>>>>>

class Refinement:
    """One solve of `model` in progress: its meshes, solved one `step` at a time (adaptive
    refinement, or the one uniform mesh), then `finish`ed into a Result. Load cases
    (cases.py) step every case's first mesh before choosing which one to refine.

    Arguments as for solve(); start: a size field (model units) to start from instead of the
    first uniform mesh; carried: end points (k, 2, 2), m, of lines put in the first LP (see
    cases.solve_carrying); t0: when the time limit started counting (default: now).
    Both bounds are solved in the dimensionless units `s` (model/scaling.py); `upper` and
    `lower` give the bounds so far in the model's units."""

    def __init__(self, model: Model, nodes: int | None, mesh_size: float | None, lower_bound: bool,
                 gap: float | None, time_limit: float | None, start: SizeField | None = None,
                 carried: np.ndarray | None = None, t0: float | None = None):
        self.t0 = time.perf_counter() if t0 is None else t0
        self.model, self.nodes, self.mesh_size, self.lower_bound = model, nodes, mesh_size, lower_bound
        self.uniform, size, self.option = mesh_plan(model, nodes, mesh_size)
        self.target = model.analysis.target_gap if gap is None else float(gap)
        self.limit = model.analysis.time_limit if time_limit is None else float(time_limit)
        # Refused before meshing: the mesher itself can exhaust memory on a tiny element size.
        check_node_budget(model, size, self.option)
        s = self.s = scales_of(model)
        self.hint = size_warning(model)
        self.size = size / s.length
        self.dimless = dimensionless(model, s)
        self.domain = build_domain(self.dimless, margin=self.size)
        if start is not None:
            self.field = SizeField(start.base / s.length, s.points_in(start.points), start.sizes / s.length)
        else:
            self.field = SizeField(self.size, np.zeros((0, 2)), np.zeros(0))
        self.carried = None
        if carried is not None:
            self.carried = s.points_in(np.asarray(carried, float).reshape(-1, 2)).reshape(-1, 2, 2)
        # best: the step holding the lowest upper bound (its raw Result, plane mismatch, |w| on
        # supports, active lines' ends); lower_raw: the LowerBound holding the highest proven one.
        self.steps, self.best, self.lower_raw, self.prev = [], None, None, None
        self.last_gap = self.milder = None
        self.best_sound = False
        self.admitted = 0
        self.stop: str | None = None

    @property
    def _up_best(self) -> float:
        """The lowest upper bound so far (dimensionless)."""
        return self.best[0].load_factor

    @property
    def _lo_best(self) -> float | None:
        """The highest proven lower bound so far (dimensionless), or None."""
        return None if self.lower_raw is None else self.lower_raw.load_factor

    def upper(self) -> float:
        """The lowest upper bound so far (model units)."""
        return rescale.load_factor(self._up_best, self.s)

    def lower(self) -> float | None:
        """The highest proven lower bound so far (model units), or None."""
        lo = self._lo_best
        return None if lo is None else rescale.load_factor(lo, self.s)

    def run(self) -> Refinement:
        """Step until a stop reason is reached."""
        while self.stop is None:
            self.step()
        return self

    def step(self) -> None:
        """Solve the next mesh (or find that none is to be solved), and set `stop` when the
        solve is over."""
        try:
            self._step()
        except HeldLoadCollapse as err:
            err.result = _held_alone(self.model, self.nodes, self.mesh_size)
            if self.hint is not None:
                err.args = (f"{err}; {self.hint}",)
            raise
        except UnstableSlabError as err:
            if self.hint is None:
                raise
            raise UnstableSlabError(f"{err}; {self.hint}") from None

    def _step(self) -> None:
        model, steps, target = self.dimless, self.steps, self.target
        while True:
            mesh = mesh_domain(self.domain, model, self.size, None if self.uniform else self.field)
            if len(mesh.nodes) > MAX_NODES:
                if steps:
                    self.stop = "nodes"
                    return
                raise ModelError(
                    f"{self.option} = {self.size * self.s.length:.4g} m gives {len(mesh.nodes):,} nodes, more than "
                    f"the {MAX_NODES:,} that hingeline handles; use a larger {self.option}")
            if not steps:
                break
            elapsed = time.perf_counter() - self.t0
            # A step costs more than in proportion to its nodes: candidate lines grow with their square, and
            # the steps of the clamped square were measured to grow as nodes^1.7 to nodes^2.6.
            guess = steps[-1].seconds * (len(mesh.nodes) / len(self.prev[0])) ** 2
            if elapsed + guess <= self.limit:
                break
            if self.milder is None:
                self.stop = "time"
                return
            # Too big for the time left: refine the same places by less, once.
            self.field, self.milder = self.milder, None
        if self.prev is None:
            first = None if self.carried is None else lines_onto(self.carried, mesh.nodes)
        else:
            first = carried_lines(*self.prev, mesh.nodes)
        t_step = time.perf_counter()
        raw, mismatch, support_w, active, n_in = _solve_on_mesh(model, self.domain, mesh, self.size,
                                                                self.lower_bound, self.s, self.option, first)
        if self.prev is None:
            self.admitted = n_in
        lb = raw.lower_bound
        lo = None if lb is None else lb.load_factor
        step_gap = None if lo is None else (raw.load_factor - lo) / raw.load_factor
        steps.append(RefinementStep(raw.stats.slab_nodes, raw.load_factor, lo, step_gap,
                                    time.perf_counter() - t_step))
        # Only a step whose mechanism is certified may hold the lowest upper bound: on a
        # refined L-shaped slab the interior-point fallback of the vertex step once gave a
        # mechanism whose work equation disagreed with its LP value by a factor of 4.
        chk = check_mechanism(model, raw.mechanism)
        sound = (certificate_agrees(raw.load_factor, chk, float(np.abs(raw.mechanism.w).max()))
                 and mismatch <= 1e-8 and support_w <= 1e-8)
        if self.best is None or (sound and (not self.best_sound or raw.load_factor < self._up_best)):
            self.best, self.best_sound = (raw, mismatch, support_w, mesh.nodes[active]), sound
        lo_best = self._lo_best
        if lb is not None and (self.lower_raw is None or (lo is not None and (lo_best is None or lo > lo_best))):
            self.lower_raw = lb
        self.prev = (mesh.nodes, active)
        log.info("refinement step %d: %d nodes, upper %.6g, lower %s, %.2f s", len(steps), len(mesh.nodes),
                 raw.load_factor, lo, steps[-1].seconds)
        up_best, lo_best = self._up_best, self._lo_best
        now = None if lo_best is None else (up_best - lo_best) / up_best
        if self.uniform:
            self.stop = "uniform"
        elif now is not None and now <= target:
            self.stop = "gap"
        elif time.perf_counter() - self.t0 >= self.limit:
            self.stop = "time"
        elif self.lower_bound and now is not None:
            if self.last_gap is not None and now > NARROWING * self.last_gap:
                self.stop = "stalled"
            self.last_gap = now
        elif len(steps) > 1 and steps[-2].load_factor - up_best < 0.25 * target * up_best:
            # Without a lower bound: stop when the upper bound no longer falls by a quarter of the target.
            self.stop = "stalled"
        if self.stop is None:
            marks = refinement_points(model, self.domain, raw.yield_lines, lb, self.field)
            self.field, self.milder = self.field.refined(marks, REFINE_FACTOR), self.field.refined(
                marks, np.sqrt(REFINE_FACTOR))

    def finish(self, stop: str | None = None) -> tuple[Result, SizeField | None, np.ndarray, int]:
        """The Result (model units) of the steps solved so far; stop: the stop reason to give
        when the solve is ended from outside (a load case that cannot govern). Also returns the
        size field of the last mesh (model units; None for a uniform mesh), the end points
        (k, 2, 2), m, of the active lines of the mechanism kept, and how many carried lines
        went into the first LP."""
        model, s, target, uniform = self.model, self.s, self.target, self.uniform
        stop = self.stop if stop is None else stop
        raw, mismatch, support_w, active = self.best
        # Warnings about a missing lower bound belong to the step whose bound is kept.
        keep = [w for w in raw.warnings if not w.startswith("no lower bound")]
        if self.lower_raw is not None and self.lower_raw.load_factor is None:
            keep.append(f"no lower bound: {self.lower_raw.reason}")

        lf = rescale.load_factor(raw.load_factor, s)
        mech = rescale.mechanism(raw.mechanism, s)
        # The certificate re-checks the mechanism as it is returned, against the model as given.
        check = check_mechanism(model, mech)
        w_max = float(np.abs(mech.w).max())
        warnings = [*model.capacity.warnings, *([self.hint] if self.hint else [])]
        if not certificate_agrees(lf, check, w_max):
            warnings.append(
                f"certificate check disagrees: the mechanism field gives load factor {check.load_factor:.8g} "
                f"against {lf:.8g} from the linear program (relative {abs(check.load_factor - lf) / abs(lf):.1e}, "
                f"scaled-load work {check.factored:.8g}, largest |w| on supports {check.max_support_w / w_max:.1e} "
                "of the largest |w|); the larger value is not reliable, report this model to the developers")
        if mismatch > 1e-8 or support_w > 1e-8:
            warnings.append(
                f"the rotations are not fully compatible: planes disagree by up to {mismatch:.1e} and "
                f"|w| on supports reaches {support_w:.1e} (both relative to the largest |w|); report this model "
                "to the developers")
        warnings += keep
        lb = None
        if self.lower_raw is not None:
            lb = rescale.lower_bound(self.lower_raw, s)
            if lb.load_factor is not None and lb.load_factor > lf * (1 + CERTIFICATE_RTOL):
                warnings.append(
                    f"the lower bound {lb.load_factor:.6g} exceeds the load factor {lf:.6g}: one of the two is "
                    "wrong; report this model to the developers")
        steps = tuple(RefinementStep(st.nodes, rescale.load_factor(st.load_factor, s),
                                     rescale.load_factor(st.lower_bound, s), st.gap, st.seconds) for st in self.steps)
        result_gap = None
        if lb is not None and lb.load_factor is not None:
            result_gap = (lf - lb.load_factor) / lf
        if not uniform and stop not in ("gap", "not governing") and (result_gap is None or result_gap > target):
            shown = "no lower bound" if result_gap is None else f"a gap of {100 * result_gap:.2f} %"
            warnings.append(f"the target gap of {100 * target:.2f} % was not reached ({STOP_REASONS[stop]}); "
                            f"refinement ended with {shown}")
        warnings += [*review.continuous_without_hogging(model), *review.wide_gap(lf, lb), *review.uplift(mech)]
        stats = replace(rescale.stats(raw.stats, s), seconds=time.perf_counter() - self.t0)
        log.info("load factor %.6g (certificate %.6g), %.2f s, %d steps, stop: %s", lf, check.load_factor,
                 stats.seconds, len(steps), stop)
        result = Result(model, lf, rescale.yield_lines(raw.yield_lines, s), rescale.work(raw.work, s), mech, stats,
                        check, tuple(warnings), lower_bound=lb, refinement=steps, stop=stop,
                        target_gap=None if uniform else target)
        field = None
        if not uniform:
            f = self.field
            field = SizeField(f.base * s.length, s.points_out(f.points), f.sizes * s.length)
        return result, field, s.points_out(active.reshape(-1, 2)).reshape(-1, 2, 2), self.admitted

<<<<<

**Required action**
Reproduce word for word the material above, beginning with the line that contains "return None if lo" and ending with the line that contains "mesh = mesh_domain(self.domain, model, self.size, None".

**Written response**
        return None if lo is None else rescale.load_factor(lo, self.s)

    def run(self) -> Refinement:
        """Step until a stop reason is reached."""
        while self.stop is None:
            self.step()
        return self

    def step(self) -> None:
        """Solve the next mesh (or find that none is to be solved), and set `stop` when the
        solve is over."""
        try:
            self._step()
        except HeldLoadCollapse as err:
            err.result = _held_alone(self.model, self.nodes, self.mesh_size)
            if self.hint is not None:
                err.args = (f"{err}; {self.hint}",)
            raise
        except UnstableSlabError as err:
            if self.hint is None:
                raise
            raise UnstableSlabError(f"{err}; {self.hint}") from None

    def _step(self) -> None:
        model, steps, target = self.dimless, self.steps, self.target
        while True:
            mesh = mesh_domain(self.domain, model, self.size, None if self.uniform else self.field)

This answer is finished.